这里,无效的输入被替换为字符集的默认替换字符。
3.3. CharsetDecoder
3.3.字符集解码器
Note that all of the previous approaches for decoding internally use the CharsetDecoder class. We can use this class directly for fine-grained control on the decoding process:
请注意,之前所有的解码方法都在内部使用CharsetDecoder类。我们可以直接使用这个类来对解码过程进行细粒度的控制。
@Test
public void whenUsingCharsetDecoder_thenOK()
throws CharacterCodingException {
byte[] byteArrray = { 72, 101, 108, 108, 111, 32, -10, 111, 114,
108, -63, 33 };
CharsetDecoder decoder = StandardCharsets.US_ASCII.newDecoder();
decoder.onMalformedInput(CodingErrorAction.REPLACE)

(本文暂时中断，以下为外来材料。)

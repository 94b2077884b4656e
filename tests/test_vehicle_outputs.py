"""Outputs that fit the vehicle: which outcomes every bundled model reports, net and gross thrust against closed
forms, display units by magnitude, events and signals per mount (docs/outputs.md)."""

from __future__ import annotations

import math
import re
import warnings
from pathlib import Path

import numpy as np
import pytest

import thrustgraph as tg
from thrustgraph.flight.integrate import integrate
from thrustgraph.models.model import parse_model
from thrustgraph.models.designs import resolve
from thrustgraph.flight.ensemble import fly_designs
from thrustgraph.studies.studyflight import fly_design
from conftest import model_from_toml
from thrustgraph.balance.outcomes import OUTCOMES, outputs_by_vehicle
from thrustgraph.kinds.outcomespec import display_unit
from thrustgraph.kinds.vehicle import vehicle_profile

ROOT = Path(__file__).resolve().parent.parent
MODELS = sorted((ROOT / "models").glob("*.toml"))

#: The class of every bundled model (thrustgraph.kinds.vehicle) and what its summary must and must not show.
KIND = {
    "bottle-rocket": "flying", "twin-nozzle-bottle-rocket": "flying", "rocket-with-parachute": "flying",
    "small-rocket-standard-atmosphere": "flying", "two-stage-demo": "flying", "hose-fed-hover": "hovering",
    "water-jet-boat": "track", "gas-cartridge-cart": "track", "cold-gas-track": "track",
    "cold-gas-free-floater": "weightless",
}
MUST = {
    "flying": {"flight_time", "burn_time", "apogee", "range", "max_speed", "total_impulse", "peak_thrust"},
    "hovering": {"flight_time", "powered_time", "max_height", "mean_height", "height_oscillation",
                 "peak_net_thrust", "net_impulse"},
    "track": {"run_time", "top_speed", "time_to_90_percent_speed", "distance", "total_impulse"},
    "weightless": {"run_time", "burn_time", "max_speed", "range", "peak_side_force"},
}
NEVER = {
    "flying": {"run_time", "top_speed", "distance", "max_height"},
    "hovering": {"apogee", "run_time", "burn_time", "propellant_expelled", "specific_impulse", "guide_exit_speed",
                 "range"},
    "track": {"flight_time", "apogee", "impact_speed", "max_speed", "range", "guide_exit_speed", "max_height"},
    "weightless": {"flight_time", "apogee", "impact_speed", "guide_exit_speed", "top_speed"},
}


@pytest.fixture(scope="module")
def runs():
    return {}


def _run(runs, stem):
    if stem not in runs:
        runs[stem] = tg.fly(tg.load_model(ROOT / "models" / f"{stem}.toml"))
    return runs[stem]


def test_every_bundled_model_has_its_class():
    assert {p.stem for p in MODELS} == set(KIND), "a new bundled model: give it its class here"


@pytest.mark.parametrize("path", MODELS, ids=[p.stem for p in MODELS])
def test_each_bundled_model_reports_the_outcomes_of_its_class(path, runs):
    r = _run(runs, path.stem)
    kind = KIND[path.stem]
    assert r.vehicle.kind == kind == vehicle_profile(parse_model(tg.load_model(path))).kind
    core = {k for k in r.summary if k in OUTCOMES}
    assert MUST[kind] <= core, (path.stem, MUST[kind] - core)
    assert not (NEVER[kind] & core), (path.stem, NEVER[kind] & core)
    # every outcome reported applies to the class (the generated table of docs/outputs.md says so too)
    assert all(OUTCOMES[k].applies(r.vehicle) for k in core)
    names = [e.name for e in r.events]
    if kind != "flying":
        assert "apogee" not in names, path.stem
    if kind == "hovering":
        assert "lift-off" in names and "guide exit" not in names      # a zero-length pad


def test_the_docs_list_the_outcomes_of_every_class_of_vehicle():
    text = (ROOT / "docs" / "outputs.md").read_text()
    assert outputs_by_vehicle() in text, "docs/outputs.md: regenerate the table from outcomes.outputs_by_vehicle()"


def test_boat_net_thrust_at_steady_speed_is_the_waterjet_momentum_balance(runs):
    # Waterjet momentum balance: net thrust T = mdot (V_j - V_0), the jet's momentum less the inlet's ram drag
    # (Carlton, Marine Propellers and Propulsion, 2nd ed. 2007, ch. 21 waterjet propulsion; from memory). At the
    # steady speed it equals the hull resistance (the acceleration is below 1e-5 m/s^2 at 19.9 s).
    r = _run(runs, "water-jet-boat")
    k = int(np.searchsorted(r.t, 19.9))
    mdot, vj, v0 = r.signals["jet.mass_flow"][k], r.signals["jet.exit_velocity"][k], r.signals["speed"][k]
    assert r.signals["net_thrust"][k] == pytest.approx(mdot * (vj - v0), rel=1e-12)
    assert r.signals["thrust"][k] == pytest.approx(mdot * vj, rel=1e-12)             # gross: the jet alone
    resistance = -r.ledger[("hull", "resistance")][k, 0]
    assert abs(r.signals["path_acceleration"][k]) < 1e-5
    assert r.signals["net_thrust"][k] == pytest.approx(resistance, rel=1e-5)
    assert r.signals["net_thrust"][k] < 0.7 * r.signals["thrust"][k]                # ram drag is a third of it
    assert r.summary["net_impulse"] < r.summary["total_impulse"]


def test_hose_rig_net_thrust_adds_the_hose_inflow_momentum(runs):
    # Linear momentum of a control volume (White, Fluid Mechanics, 7th ed. 2011, eq. 3.40): water entering from
    # below at v = mdot / (rho A_hose) brings momentum mdot^2 / (rho A_hose) upward.
    r = _run(runs, "hose-fed-hover")
    rho, A = 998.2, math.pi / 4 * 0.08 ** 2
    mdot = r.signals["hose.mass_flow"]
    extra = r.signals["net_thrust"] - r.signals["thrust"]
    assert np.max(np.abs(extra - mdot ** 2 / (rho * A))) < 1e-9 * np.max(r.signals["thrust"])
    assert r.summary["peak_net_thrust"] > r.summary["peak_thrust"]


def test_the_coasting_boat_decelerates_with_a_negative_path_acceleration(runs):
    r = _run(runs, "water-jet-boat")
    coast = (r.t > 20.5) & (r.t < 59.0)
    assert np.all(r.signals["path_acceleration"][coast] < 0.0)
    assert np.allclose(np.abs(r.signals["path_acceleration"]), r.signals["acceleration_magnitude"], atol=1e-9)


def test_the_summary_shows_each_value_in_the_unit_of_its_magnitude(runs):
    from thrustgraph.commands.run import summary_lines
    boat = "\n".join(summary_lines(_run(runs, "water-jet-boat")))
    bottle = "\n".join(summary_lines(_run(runs, "bottle-rocket")))
    assert re.search(r"launch mass\s+25 kg", boat)
    assert re.search(r"launch mass\s+777\.\d+ g\b", bottle)
    assert re.search(r"burn time\s+112\.\d+ ms", bottle)
    assert display_unit("kg", 25000.0) == "t" and display_unit("m", 1929.8) == "km"
    assert display_unit("Pa", 5e5, "bar") == "bar"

.onUnmappableCharacter(CodingErrorAction.REPLACE)
.replaceWith("?");
String string = decoder.decode(ByteBuffer.wrap(byteArrray))
.toString();
assertEquals("Hello ?orl?!", string);
}
Here we’re replacing invalid inputs and unsupported characters with “?”.
这里我们用”?”替换无效的输入和不支持的字符。
If we want to be informed in case of invalid inputs, we can change the decoder:
如果我们想在无效输入的情况下被告知,我们可以改变decoder。
decoder.onMalformedInput(CodingErrorAction.REPORT)
.onUnmappableCharacter(CodingErrorAction.REPORT)
4. Conclusion
4.总结
In this article, we investigated multiple ways to convert a String to a byte array, and vice versa. We should choose the appropriate method based on the input data, as well as the level of control required for invalid inputs.
在这篇文章中,我们研究了将String转换为字节数组的多种方法,反之亦然。我们应该根据输入数据以及无效输入所需的控制水平来选择合适的方法。
As usual, the full source code can be found over on GitHub.
像往常一样,完整的源代码可以在GitHub上找到超过。